Wednesday, August 5, 2015

Deadheading Flowers In Your Commercial Landscape

"Deadhead" seems an oddly inappropriate word to use when talking about a landscape full of healthy living plants and flowers. However, deadheading keeps your display gardens neat and blooming. It’s a form of good plant housekeeping.

You can get by without it, but your landscape will give you extra ‘oh’s and ah’s’ if you prune, pinch and deadhead a bit. Plants - like all of us - need boundaries. Proper plant pinching gives our herbaceous buddies just that, while keeping our commercial landscape looking its best.
Basically, deadheading means the removal of flowers that have already put on their show. But should you cut back all perennial flowers? Are there some flowers that pop again nicely after a good shearing? Is there a reason not to remove a spent flower? Yes and maybe we can answer each of those questions.

Horticulturists say that plants respond to pruning to perpetuate their species with many plants you get re-bloom when you deadhead since, basically, the goal of the plant is to grow, set seed and die, but if you take the spent flowers away and prevent it from setting seed, it will set new flowers and keep trying to produce seed before it ‘dies’.

With some plants, like hardy geranium or coreopsis, it might seem a daunting task to remove all the small flowers. In that case, shearing the plants with a long bladed hedge shear works really well. With other plants, pruning is the way to go.

Have your staff choose places to cut when deadheading larger flowers. For perennials that have leaves on the flower stem, cut just above a leaf node. That way, the cut becomes hidden by the leaf, but for flowers with a leafless stem, like daylilies, cut them down to the base of the plant and remove the entire stem.

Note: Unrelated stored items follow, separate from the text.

#include "crystal/operation.hpp"

#include <cctype>

#include "exact/error.hpp"

namespace spinsieve {

Operation operator*(const Operation& a, const Operation& b) {
  return {product(a.rotation, b.rotation), times(a.rotation, b.translation) + a.translation};
}

Operation Operation::inverse() const {
  const IntMatrix R = spinsieve::inverse(rotation);
  return {R, FractionVector{} - times(R, translation)};
}

FractionVector Operation::apply(const FractionVector& position) const {
  return times(rotation, position) + translation;
}

int determinant(const IntMatrix& R) {
  return R[0][0] * (R[1][1] * R[2][2] - R[1][2] * R[2][1]) -
         R[0][1] * (R[1][0] * R[2][2] - R[1][2] * R[2][0]) +
         R[0][2] * (R[1][0] * R[2][1] - R[1][1] * R[2][0]);
}

int trace(const IntMatrix& R) { return R[0][0] + R[1][1] + R[2][2]; }

IntMatrix product(const IntMatrix& A, const IntMatrix& B) {
  IntMatrix C;
  for (std::size_t i = 0; i < 3; ++i)
    for (std::size_t j = 0; j < 3; ++j)
      C[i][j] = A[i][0] * B[0][j] + A[i][1] * B[1][j] + A[i][2] * B[2][j];
  return C;
}

IntMatrix inverse(const IntMatrix& R) {
  const int sign = determinant(R);
  IntMatrix result;
  for (std::size_t i = 0; i < 3; ++i)
    for (std::size_t j = 0; j < 3; ++j) {
      // Cyclic indices make the cofactor signs come out by themselves.
      const std::size_t r = (j + 1) % 3;
      const std::size_t s = (j + 2) % 3;
      const std::size_t p = (i + 1) % 3;
      const std::size_t q = (i + 2) % 3;
      result[i][j] = sign * (R[r][p] * R[s][q] - R[r][q] * R[s][p]);
    }
  return result;
}

IntVector row_times(const IntVector& row, const IntMatrix& R) {
  IntVector result;
  for (std::size_t j = 0; j < 3; ++j)
    result[j] = row[0] * R[0][j] + row[1] * R[1][j] + row[2] * R[2][j];
  return result;
}

namespace {

/// Adds integer · value, without arithmetic for the integers 0 and ±1 that fill rotations.
void add_multiple(Fraction& sum, int integer, Fraction value) {
  if (integer == 0 || value.is_zero()) return;
  if (integer == 1)
    sum += value;
  else if (integer == -1)
    sum -= value;
  else
    sum += Fraction(integer) * value;
}

}  // namespace

FractionVector row_times(const FractionVector& row, const IntMatrix& R) {
  FractionVector result;
  for (std::size_t j = 0; j < 3; ++j)
    for (std::size_t i = 0; i < 3; ++i) add_multiple(result[j], R[i][j], row[i]);
  return result;
}

FractionVector times(const IntMatrix& R, const FractionVector& column) {
  FractionVector result;
  for (std::size_t i = 0; i < 3; ++i)
    for (std::size_t j = 0; j < 3; ++j) add_multiple(result[i], R[i][j], column[j]);
  return result;
}

FractionVector operator+(const FractionVector& a, const FractionVector& b) {
  return {a[0] + b[0], a[1] + b[1], a[2] + b[2]};
}

FractionVector operator-(const FractionVector& a, const FractionVector& b) {
  return {a[0] - b[0], a[1] - b[1], a[2] - b[2]};
}

FractionVector operator*(Fraction scale, const FractionVector& a) {
  return {scale * a[0], scale * a[1], scale * a[2]};
}

Fraction dot(const FractionVector& a, const FractionVector& b) {
  return a[0] * b[0] + a[1] * b[1] + a[2] * b[2];
}

bool is_integer(const FractionVector& v) {
  return v[0].is_integer() && v[1].is_integer() && v[2].is_integer();
}

FractionVector modulo_one(const FractionVector& v) {
  return {v[0].modulo_one(), v[1].modulo_one(), v[2].modulo_one()};
}

std::string to_string(const Operation& operation) {
  std::string text;
  for (std::size_t i = 0; i < 3; ++i) {
    if (i > 0) text += ",";
    std::string part;
    for (std::size_t j = 0; j < 3; ++j) {
      const int factor = operation.rotation[i][j];
      if (factor == 0) continue;
      if (factor > 0 && !part.empty()) part += "+";
      if (factor < 0) part += "-";
      if (factor > 1 || factor < -1) part += std::to_string(factor < 0 ? -factor : factor);
      part += "xyz"[j];
    }
    const Fraction t = operation.translation[i];
    if (!t.is_zero()) {
      if (t > Fraction(0)) part += "+";
      part += to_string(t);
    }
    text += part;
  }
  return text;
}

std::string to_string(const FractionVector& v) {
  return to_string(v[0]) + ", " + to_string(v[1]) + ", " + to_string(v[2]);
}

namespace {

Error bad_part(std::string_view part, std::string_view why) {
  return Error("'" + std::string(part) + "' in an operation " + std::string(why) +
               "; accepted are x,y+1/2,-z or x-y,x,z+0.25");
}

/// Keeps determinants within an int, however many terms a part has.
constexpr Fraction largest_factor(99);

/// One signed term such as "-x", "2y", "+1/2" of component i.
void read_term(std::string_view part, std::string term, std::size_t i, Operation& operation) {
  const char last = static_cast<char>(std::tolower(static_cast<unsigned char>(term.back())));
  if (last < 'x' || last > 'z') {
    try {
      operation.translation[i] += parse_fraction(term);
    } catch (const Error&) {
      throw bad_part(part, "is no sum of x, y, z and a number");
    }
    return;
  }
  const auto j = static_cast<std::size_t>(last - 'x');
  term.pop_back();
  if (!term.empty() && term.back() == '*') term.pop_back();
  if (term.empty() || term == "+" || term == "-") term += "1";
  Fraction factor;
  try {
    factor = parse_fraction(term);
  } catch (const Error&) {
    throw bad_part(part, "is no sum of x, y, z and a number");
  }
  if (!factor.is_integer() || factor > largest_factor || factor < -largest_factor)
    throw bad_part(part, "has a factor that is not a small integer");
  int& entry = operation.rotation[i][j];
  entry += static_cast<int>(factor.numerator());
  if (Fraction(entry) > largest_factor || Fraction(entry) < -largest_factor)
    throw bad_part(part, "has a factor that is not a small integer");
}

void read_part(std::string_view part, std::size_t i, Operation& operation) {
  std::string compact;
  for (const char c : part)
    if (std::isspace(static_cast<unsigned char>(c)) == 0) compact += c;
  if (compact.empty()) throw bad_part(part, "is empty");
  std::size_t start = 0;
  while (start < compact.size()) {
    std::size_t end = start + 1;
    while (end < compact.size() && compact[end] != '+' && compact[end] != '-') ++end;
    // A letter ends a term too, so that "xy" is refused below and "x1/2" as well.
    read_term(part, compact.substr(start, end - start), i, operation);
    start = end;
  }
}

}  // namespace

Operation parse_operation(std::string_view text) {
  Operation operation;
  operation.rotation = {};
  std::size_t start = 0;
  for (std::size_t i = 0; i < 3; ++i) {
    const std::size_t end = text.find(',', start);
    if ((end == std::string_view::npos) != (i == 2))
      throw Error("operation '" + std::string(text) +
                  "' does not have three parts; accepted are x,y+1/2,-z or x-y,x,z+0.25");
    read_part(text.substr(start, end == std::string_view::npos ? end : end - start), i, operation);
    start = end + 1;
  }
  const int det = determinant(operation.rotation);
  if (det != 1 && det != -1)
    throw Error("operation '" + std::string(text) + "' has the determinant " + std::to_string(det) +
                "; a symmetry operation has 1 or -1");
  return operation;
}

}  // namespace spinsieve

Many gardeners find the seed-head free look most attractive. But besides appearance and forcing re-bloom, there’s another reason to remove spent flowers. It’s actually the same reason some gardeners leave on seed heads. When some plants are allowed to set seed, you get baby plants.

There are perennials that are famously great self-seeders. Columbine, for one, loves to roam and spread its pretty seedlings to places garden far away from the parent plant. Globe Thistle is another one that likes big families.

Having baby plants about can help you fill in areas of your display plantings. If you want to encourage your plants to self-seed, you won’t be able to use any pre-emergent herbicides in the garden. They block germination of all seeds; both weed seeds and perennial flower seeds.

There are particularly attractive seed heads. Some plants have very decorative seed pods, Pasque Flower for instance, and plants like Liatris are great for attracting finches with their seeds.

If cutting your plants back and seed heads aren’t for you, there are plants that don’t need to be spruced up after blooming. Some perennials like Columbine and Baptisia are self cleaning. Another low maintenance way to go would be to plant fall bloomers - when they are done blooming just cut them to the ground and you've done your fall clean up.

Every garden is different and they should be. If you love birds perching on your Echinacea and snacking, leave on the seed heads. Neat can be over-rated.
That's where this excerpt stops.